Analysis of Wellbore Wall Stress for SC-CO2 Horizontal Well Fracturing in Bedded Rocks and the Influence Mechanism of Bedding Structure: Development of a Fracture Initiation Criterion and a Theoretical Prediction Model for Initiation Pressure in SC-CO2 Fracturing
摘要
The bedding structure in unconventional reservoir rocks, coupled with the unique properties of supercritical CO2 (SC-CO2), results in significant differences in fracture propagation behavior during SC-CO2 fracturing in bedded rocks compared to water-based fracturing. However, due to the absence of reliable theoretical guidance for SC-CO2 fracturing, the on-site application and promotion of SC-CO2 fracturing technology have been substantially impeded. To address this issue, this study proposes a novel tensile failure criterion for bedded rocks, termed the “Y-L criterion", and verifies its accuracy by comparing it with existing criteria. By incorporating the effects of bedding structure and the fluid characteristics of SC-CO2, a theoretical solution for the stress field at the wellbore wall during SC-CO2 horizontal well fracturing in bedded rock was derived. Based on this theoretical solution and the proposed Y-L criterion, a fracture initiation criterion and a theoretical model for predicting fracture initiation pressure in SC-CO2 fracturing were established. Experimental validation using SC-CO2 fracturing on coal samples demonstrated that the error of the theoretical prediction model was less than 10%. Further research revealed that the horizontal in-situ stress difference was negatively correlated with fracture initiation pressure, whereas injection displacement was positively correlated with it. The influence of elastic modulus orthotropy is significantly greater than that of Poisson's ratio.
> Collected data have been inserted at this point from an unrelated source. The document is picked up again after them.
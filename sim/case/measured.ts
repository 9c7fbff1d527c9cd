// Values of measured quantities between text and SI: which kind goes with what is measured, and the
// strengths that need a molar mass (mg/Nm3, ppmw, mg/L).

import type { Kind, KilogramPerMole } from '../units.ts';
import {
  NORMAL_MOLAR_VOLUME,
  formatNumber,
  formatQuantity,
  kindsWithUnit,
  splitQuantity,
  unitEntry,
} from '../units.ts';
import type { Measured } from './case.ts';
import type { Reading } from './reading.ts';

/** What a strength needs to become a mole fraction. */
export interface StrengthBasis {
  /** kg/mol */ readonly solute: KilogramPerMole;
  /** kg/mol */ readonly solvent: KilogramPerMole;
  /** kg/m3 of the liquid at its feed temperature; the solute's own part is left out (dilute). */
  readonly density: number;
}

/** Sort of signal; defaults of lag and deadband go by it. */
export type Signal = 'strength' | 'flow' | 'pressure' | 'level' | 'temperature' | 'other';

/** `gas-strength` and `liquid-strength` are read by the functions below, the rest by kind. */
export type MeasuredKind = Kind | 'gas-strength' | 'liquid-strength';

const KIND_OF: Readonly<Record<Measured['quantity'], MeasuredKind>> = {
  'gas-outlet': 'gas-strength',
  'gas-inlet': 'gas-strength',
  'liquid-outlet': 'liquid-strength',
  'sump-strength': 'liquid-strength',
  'bed-dp': 'pressure-difference',
  'liquid-flow': 'volume-flow',
  'gas-flow': 'molar-flow',
  'sump-level': 'length',
  'sump-temperature': 'temperature',
  'liquid-inlet-temperature': 'temperature',
  'gas-outlet-temperature': 'temperature',
  'gas-inlet-temperature': 'temperature',
  'liquid-outlet-temperature': 'temperature',
  'distributor-volume': 'volume',
  'flood-approach': 'fraction',
  'carry-over': 'volume-flow',
  'pump-speed': 'fraction',
  'make-up-flow': 'volume-flow',
  'bleed-flow': 'volume-flow',
  holdup: 'fraction',
};

const GAS_KINDS: readonly Kind[] = ['mole-fraction', 'normal-mass-concentration'];
const LIQUID_KINDS: readonly Kind[] = ['mole-fraction', 'mass-fraction', 'mass-concentration'];
const GAS_ONLY_UNITS: readonly string[] = ['vol%', 'ppmv', 'ppbv'];

/** Kind of a measured quantity. */
export function kindOfMeasured(quantity: Measured['quantity']): MeasuredKind {
  return KIND_OF[quantity];
}

/** Sort of signal of a measured quantity. */
export function signalOf(quantity: Measured['quantity']): Signal {
  const kind = KIND_OF[quantity];
  if (kind === 'gas-strength' || kind === 'liquid-strength') return 'strength';
  if (kind === 'volume-flow' || kind === 'molar-flow' || kind === 'mass-flow') return 'flow';
  if (kind === 'pressure-difference') return 'pressure';
  if (kind === 'length') return 'level';
  return kind === 'temperature' ? 'temperature' : 'other';
}

/** The SI value of 1 in a unit of a strength; undefined for a unit that is none. Mass fractions: dilute limit. */
function strengthFactor(unit: string, gas: boolean, basis: StrengthBasis): number | undefined {
  for (const kind of gas ? GAS_KINDS : LIQUID_KINDS) {
    const entry = unitEntry(kind, unit);
    if (entry === undefined || (!gas && GAS_ONLY_UNITS.includes(entry.symbol))) continue;
    if (kind === 'mole-fraction') return entry.factor;
    if (kind === 'normal-mass-concentration') return (entry.factor / basis.solute) * NORMAL_MOLAR_VOLUME;
    const perMass = kind === 'mass-fraction' ? 1 : 1 / basis.density;
    return (entry.factor * perMass * basis.solvent) / basis.solute;
  }
  return undefined;
}

/**
 * Mole fraction from a mass fraction beside the pure solvent.
 *
 *   x = (w/M) / (w/M + (1 - w)/Ms)
 */
function moleFromMass(w: number, basis: StrengthBasis): number {
  const n = w / basis.solute;
  return n / (n + (1 - w) / basis.solvent);
}

/** Mass fraction beside the pure solvent, the inverse of `moleFromMass`. */
function massFromMole(x: number, basis: StrengthBasis): number {
  const m = x * basis.solute;
  return m / (m + (1 - x) * basis.solvent);
}

/**
 * A strength as mole fraction, of a gas (ppmv, vol%, mol%, mg/Nm3) or a liquid (mol%, ppmw, wt%, mg/L).
 * Mass per normal volume refers to the gas as the limit's or composition's basis says; nothing is
 * converted between wet and dry here.
 *
 * @returns undefined after noting the issue.
 */
export function readStrength(
  reading: Reading,
  path: string,
  text: string,
  gas: boolean,
  basis: StrengthBasis,
): number | undefined {
  const { number, unit } = splitQuantity(text);
  const expected = gas ? 'a gas strength' : 'a liquid strength';
  const write = gas
    ? 'write for example "400 ppmv" or "350 mg/Nm3"'
    : 'write for example "0.02 mol%", "50 ppmw" or "10 ug/L"';
  if (!Number.isFinite(number)) {
    reading.refuse('number', path, expected, text, write);
    return undefined;
  }
  const factor = strengthFactor(unit, gas, basis);
  if (factor === undefined) {
    refuseUnit(reading, path, expected, text, unit, gas, write);
    return undefined;
  }
  const entry = unitEntry('mass-fraction', unit) ?? unitEntry('mass-concentration', unit);
  if (gas || entry === undefined) return number * factor;
  const perMass = unitEntry('mass-fraction', unit) === undefined ? 1 / basis.density : 1;
  return moleFromMass(number * entry.factor * perMass, basis);
}

function refuseUnit(
  reading: Reading,
  path: string,
  expected: string,
  text: string,
  unit: string,
  gas: boolean,
  write: string,
): void {
  if (unit === 'ppm' || unit === 'ppb') {
    reading.refuse('unit', path, expected, text, `${unit} alone is ambiguous; write ${unit}${gas ? 'v' : 'w'}`);
  } else if (unit === '') {
    reading.refuse('unit', path, expected, text, `the unit is missing; ${write}`);
  } else {
    const known = kindsWithUnit(unit).length > 0;
    reading.refuse(known ? 'kind' : 'unit', path, expected, text, known ? `${unit} is no unit of it; ${write}` : write);
  }
}

/** How the values of one measured quantity are read: its kind, strengths with their basis. */
export interface MeasuredScale {
  readonly quantity: Measured['quantity'];
  readonly basis: StrengthBasis | undefined;
  /** Range of the instrument, SI; for values in "% of range". */
  readonly range: readonly [number, number] | undefined;
}

const OF_RANGE = /^(.*?) ?% of range$/;

/**
 * A value, or a difference, of a measured quantity in SI.
 *
 * @param text - In any unit of the kind, or "40 % of range" when the instrument has one.
 * @returns undefined after noting the issue.
 */
export function readMeasured(
  reading: Reading,
  path: string,
  text: string,
  scale: MeasuredScale,
  as: 'value' | 'difference' = 'value',
): number | undefined {
  const share = OF_RANGE.exec(text.trim());
  if (share !== null) {
    const percent = Number(share[1]);
    if (scale.range === undefined || share[1] === '' || !Number.isFinite(percent)) {
      reading.refuse(
        'contradiction',
        path,
        'a share of the range of an instrument that has one',
        text,
        'give the instrument a range, or a value with its unit',
      );
      return undefined;
    }
    const [low, high] = scale.range;
    return (as === 'value' ? low : 0) + (percent / 100) * (high - low);
  }
  const kind = kindOfMeasured(scale.quantity);
  if (kind === 'gas-strength' || kind === 'liquid-strength') {
    if (scale.basis === undefined) return undefined;
    return readStrength(reading, path, text, kind === 'gas-strength', scale.basis);
  }
  if (as === 'difference' && kind === 'temperature') return reading.quantity(path, text, 'temperature-difference');
  return reading.quantity(path, text, kind);
}

/**
 * SI size of one unit of a measured quantity, for gains and drifts; differences of temperature count in K.
 *
 * @returns undefined when the unit is not one of the quantity's.
 */
export function unitSize(unit: string, scale: MeasuredScale): number | undefined {
  const kind = kindOfMeasured(scale.quantity);
  if (kind === 'gas-strength' || kind === 'liquid-strength') {
    return scale.basis === undefined ? undefined : strengthFactor(unit, kind === 'gas-strength', scale.basis);
  }
  if (kind === 'temperature')
    return (unitEntry('temperature-difference', unit) ?? unitEntry('temperature', unit))?.factor;
  return unitEntry(kind, unit)?.factor;
}

/**
 * A measured value as text in a unit.
 *
 * @param value - SI.
 * @param digits - Significant figures.
 */
export function formatMeasured(value: number, unit: string, scale: MeasuredScale, digits = 4): string {
  const kind = kindOfMeasured(scale.quantity);
  if (kind !== 'gas-strength' && kind !== 'liquid-strength') return formatQuantity(value, kind, unit, digits);
  return `${formatNumber(inUnit(value, unit, scale), digits)} ${unit}`;
}

/** A measured SI value as a number in a unit, unrounded; for axes and tables. */
export function inUnit(value: number, unit: string, scale: MeasuredScale): number {
  const kind = kindOfMeasured(scale.quantity);
  if (kind === 'gas-strength' || kind === 'liquid-strength') {
    const mass = unitEntry('mass-fraction', unit) ?? unitEntry('mass-concentration', unit);
    if (kind === 'liquid-strength' && mass !== undefined && scale.basis !== undefined) {
      const density = unitEntry('mass-fraction', unit) === undefined ? scale.basis.density : 1;
      return (massFromMole(value, scale.basis) * density) / mass.factor;
    }
    return value / (unitSize(unit, scale) ?? 1);
  }
  const entry = unitEntry(kind, unit);
  return entry === undefined ? value : value / entry.factor - entry.offset;
}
Additionally, the bedding dip direction determines the orientation of the maximum effective tensile stress at the wellbore wall, while the dip angle primarily affects its magnitude. This research develops a theoretical foundation for advancing SC-CO2 fracturing theory in unconventional reservoirs and provides theoretical guidance for the design and optimization of SC-CO2 fracturing schemes.